- [Required work] From the data below, report how many lines contain the word "words", giving the number and nothing else.

- [Source records]
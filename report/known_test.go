package report

import (
	"math"
	"reflect"
	"slices"
	"strings"
	"testing"

	"slowpoint/model"
	"slowpoint/model/cell"
	"slowpoint/rules"
)

// knownCases are invented cases: every shape and surroundings that the choice tells apart.
func knownCases() []KnownAnswer {
	exposed := func(s *model.Surface, points int) model.Exposure {
		return model.Exposure{Surface: s, Medium: model.Course{TimesS: make([]float64, points), C: make([]float64, points)}}
	}
	step := func(s *model.Surface, points int, faces ...model.FaceExposure) model.Step {
		return model.Step{Exposure: exposed(s, points), Faces: faces}
	}
	one := func(name string, shape *model.Shape, steps ...model.Step) KnownAnswer {
		return KnownAnswer{Name: name, Source: "an invented source", Expected: 50, Got: 50.002, Allowance: 0.01, Unit: "°C", OK: true, Shape: shape, Steps: steps}
	}
	top := model.FaceExposure{Face: model.Top, Exposure: exposed(model.Film, 1)}
	ks := []KnownAnswer{{Name: "water", Source: "an invented source", Expected: 4180, Got: 4181, Allowance: 2, Unit: "J/(kg·K)", OK: true}}
	for range 9 {
		ks = append(ks, one("slab held", model.Slab, step(model.Held, 1)))
	}
	return append(ks, one("slab film", model.Slab, step(model.Film, 1)), one("slab chain", model.Slab, step(model.Film, 1), step(model.Film, 1)),
		one("slab course", model.Slab, step(model.Film, 3)), one("slab faces", model.Slab, step(model.Film, 1, top)), one("brick film", model.Brick, step(model.Film, 1)))
}

// TestAmountOfAPureNumber: a case without a unit has none printed.
func TestAmountOfAPureNumber(t *testing.T) {
	pure, warm := KnownAnswer{Unit: "-"}, KnownAnswer{Unit: "°C"}
	if a, b := pure.Amount("0.005"), warm.Amount("0.005"); a != "0.005" || b != "0.005 °C" {
		t.Errorf("%q, %q", a, b)
	}
}

// A product's report shows the cases of its shape and surroundings, and every case that is outside its allowance.
func TestClosestCases(t *testing.T) {
	film := model.Step{Exposure: model.Exposure{Surface: model.MovingAir, Medium: model.Course{TimesS: []float64{0}, C: []float64{3}}}}
	held := model.Step{Exposure: model.Exposure{Surface: model.Held, Medium: model.Course{TimesS: []float64{0}, C: []float64{3}}}}
	faces := film
	faces.Faces = []model.FaceExposure{{Face: model.Underside, Exposure: film.Exposure}}
	for _, c := range []struct {
		name        string
		shape       *model.Shape
		steps       []model.Step
		has, hasNot []string
		n           int
	}{
		{"slab in a chain", model.Slab, []model.Step{film, film}, []string{"slab film", "slab chain", "slab course", "slab faces"}, []string{"brick film", "water"}, knownRows},
		{"slab with a face of its own", model.Slab, []model.Step{faces}, []string{"slab film", "slab faces"}, []string{"brick film"}, knownRows},
		{"slab held", model.Slab, []model.Step{held}, []string{"slab held"}, []string{"slab film", "slab chain"}, knownRows},
		{"brick", model.Brick, []model.Step{film}, []string{"brick film"}, []string{"slab film"}, 1},
		{"bar", model.Bar, []model.Step{film}, []string{"brick film"}, nil, 1},
		{"sphere", model.Sphere, []model.Step{film}, nil, nil, 0},
		{"stirred", model.Stirred, []model.Step{film}, nil, nil, 0},
	} {
		t.Run(c.name, func(t *testing.T) {
			ks := knownCases()
			var got []string
			for _, k := range closest(ks, &model.Product{Shape: c.shape}, c.steps) {
				got = append(got, k.Name)
			}
			if len(got) != c.n {
				t.Errorf("%d cases, want %d: %q", len(got), c.n, got)
			}
			for _, w := range c.has {
				if !slices.Contains(got, w) {
					t.Errorf("%q is missing in %q", w, got)
				}
			}
			for _, w := range c.hasNot {
				if slices.Contains(got, w) {
					t.Errorf("%q is in %q", w, got)
				}
			}
			ks[0].OK = false
			if bad := closest(ks, &model.Product{Shape: c.shape}, c.steps); len(bad) != c.n+1 || bad[0].Name != "water" {
				t.Errorf("a case outside its allowance is not shown: %d cases", len(bad))
			}
		})
	}
}

// The sentence counts the cases, tells the largest deviation, and names the program.
func TestKnownSentence(t *testing.T) {
	h := &Head{Version: "1.2.3", Known: knownCases()}
	if got := h.knownSentence(); !strings.Contains(got, "version 1.2.3, solved 15 problems with a known answer") || !strings.Contains(got, "All are within") ||
		!strings.Contains(got, "50 % of its allowance (water)") {
		t.Error(got)
	}
	h.Known[3].OK, h.Known[3].Got = false, math.NaN()
	if got := h.knownSentence(); !strings.Contains(got, "OUTSIDE their allowance: 1. Do not use") || strings.Contains(got, "NaN") {
		t.Error(got)
	}
	h.Known = h.Known[:1]
	if got := h.knownSentence(); !strings.Contains(got, "solved 1 problem with") {
		t.Error(got)
	}
}

// A product's report holds its own few cases and says where the others stand; the overview holds all.
func TestKnownAnswersInPDF(t *testing.T) {
	h := roastHead()
	for _, c := range []struct {
		shape       *model.Shape
		has, hasNot string
	}{{model.Slab, "61.2534 °C", "23.118 °C"}, {model.Bar, "23.118 °C", "61.2534 °C"}, {model.Sphere, "None of them is of this product's shape", "61.2534 °C"},
		{model.Stirred, "None of them is of this product's shape", "23.118 °C"}} {
		text := pdfText(t, productPDF(t, h, roast(t, c.shape, rules.Met)))
		for _, w := range []string{c.has, "solved 2 problems with a known answer", "stands in summary.pdf", "slowpoint verify"} {
			if !strings.Contains(text, w) {
				t.Errorf("%s: %q is missing", c.shape.Name, w)
			}
		}
		if strings.Contains(text, c.hasNot) {
			t.Errorf("%s: %q is printed", c.shape.Name, c.hasNot)
		}
	}
	text := pdfText(t, summaryPDF(t, h, manyRows(2)))
	for _, w := range []string{"61.2534 °C", "23.118 °C", "an invented citation", "solved 2 problems"} {
		if !strings.Contains(text, w) {
			t.Errorf("overview: %q is missing", w)
		}
	}
}

// The input echo tells what was typed and what was used, and leaves out what stands on a limit's card word for word.
func TestEcho(t *testing.T) {
	at := func(row, col int) cell.Ref { return cell.Ref{Sheet: "Limits", Row: row, Col: col} }
	for _, c := range []struct {
		name string
		r    cell.Reading
		want string
	}{
		{"as typed", cell.Reading{At: at(2, 3), Column: "Rule", Typed: "hold", Used: "hold"}, "C Rule: hold"},
		{"in other units", cell.Reading{At: at(2, 28), Column: "Time", Typed: "2 min", Used: "120 s"}, "AB Time: 2 min → 120 s"},
		{"blank", cell.Reading{At: at(2, 5), Column: "Where", Used: "every point", Why: "blank: every point is taken"}, "E Where: (blank) → every point"},
		{"blank with a reason", cell.Reading{At: at(2, 5), Column: "Temperature is", Used: "set-point", Why: "the less favourable word"}, "E Temperature is: (blank) → set-point; the less favourable word"},
		{"no column", cell.Reading{At: at(2, 0), Column: "Note", Typed: "x", Used: "x"}, "Note: x"},
	} {
		if got := echoed([]cell.Reading{c.r}); got != c.want {
			t.Errorf("%s: %q, want %q", c.name, got, c.want)
		}
	}
	blank := func(col int, column, used string) cell.Reading {
		return cell.Reading{At: at(2, col), Column: column, Used: used, Why: "blank: the usual"}
	}
	if got, want := echoed([]cell.Reading{blank(12, "Compare", "usual"), blank(13, "Compare time", "usual"), blank(14, "Level", "must"), {At: at(2, 15), Column: "z", Typed: "7 K", Used: "7 K"},
		blank(16, "Zone", "must")}), "L Compare, M Compare time: (blank) → usual · N Level: (blank) → must · O z: 7 K · P Zone: (blank) → must"; got != want {
		t.Errorf("%q, want %q", got, want)
	}
	h, p := roastHead(), roast(t, model.Slab, rules.Met)
	for i, row := range []int{2, 5} { // the limit of row 5 does not apply and has no card
		words := []string{"first note", "second note"}[i]
		p.Readings = append(p.Readings, cell.Reading{At: at(row, 4), Column: "Note", Typed: words, Used: words})
	}
	p.Judgement.Findings[0].Limit.Note = "first note"
	text := pdfText(t, productPDF(t, h, p))
	if strings.Count(text, "first note") != 1 || strings.Count(text, "second note") != 1 {
		t.Errorf("the notes stand %d and %d times", strings.Count(text, "first note"), strings.Count(text, "second note"))
	}
}

// A default that stood in three rows or more of a sheet is told once with its rows; nothing else leaves its row.
func TestBlanksTogether(t *testing.T) {
	at := func(sheet string, row, col int) cell.Ref { return cell.Ref{Sheet: sheet, Row: row, Col: col} }
	var rs []cell.Reading
	for _, row := range []int{2, 3, 4, 7, 9, 10} {
		rs = append(rs, cell.Reading{At: at("Limits", row, 5), Column: "Where", Used: "every point", Why: "blank: every point is taken"},
			cell.Reading{At: at("Limits", row, 3), Column: "Rule", Typed: "hold", Used: "hold"})
	}
	rs = append(rs, cell.Reading{At: at("Limits", 11, 5), Column: "Where", Typed: "every point", Used: "every point"},
		cell.Reading{At: at("Limits", 12, 5), Column: "Where", Used: "every point", From: "mine.xlsx!A1"},
		cell.Reading{At: at("Limits", 2, 6), Column: "Level", Used: "must"}, cell.Reading{At: at("Limits", 3, 6), Column: "Level", Used: "must"})
	for row := 5; row > 2; row-- {
		rs = append(rs, cell.Reading{At: at("Steps", row, 5), Column: "Cover", Used: "open", Why: "the usual"})
	}
	left, lines := blanksTogether(rs)
	if want := [][]string{{"Limits, blank cells", "E Where: (blank) → every point in rows 2–4, 7, 9, 10"}, {"Steps, blank cells", "E Cover: (blank) → open; the usual in rows 3–5"}}; !reflect.DeepEqual(lines, want) {
		t.Errorf("%q, want %q", lines, want)
	}
	for _, r := range left {
		if r.Typed == "" && r.From == "" && r.Column != "Level" {
			t.Errorf("%v is told twice", r)
		}
	}
	if len(left) != len(rs)-9 {
		t.Errorf("%d cells of %d stay in their rows, want %d", len(left), len(rs), len(rs)-9)
	}
}

// The form for deviations stands on one page, wherever the glossary ends: with less room to write rather than split.
func TestDeviationForm(t *testing.T) {
	ends := map[int]map[float64]bool{1: {}, 2: {}}
	for at := 20.0; at < 60; at += 0.5 { // the last place that has room is about 40 mm down
		d := newDoc(roastHead(), "x")
		d.page()
		d.y += at
		(&sheet{doc: d}).deviation()
		ends[d.pdf.pages()][math.Round((d.y-btof(d.pdf.pages() == 1)*at)*10)/10] = true
	}
	if len(ends[1]) != 1 || len(ends[2]) != 1 {
		t.Errorf("the form is split: it ends at %v mm below where it began, on a page of its own at %v", ends[1], ends[2])
	}
}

- [Answer for this exercise] 2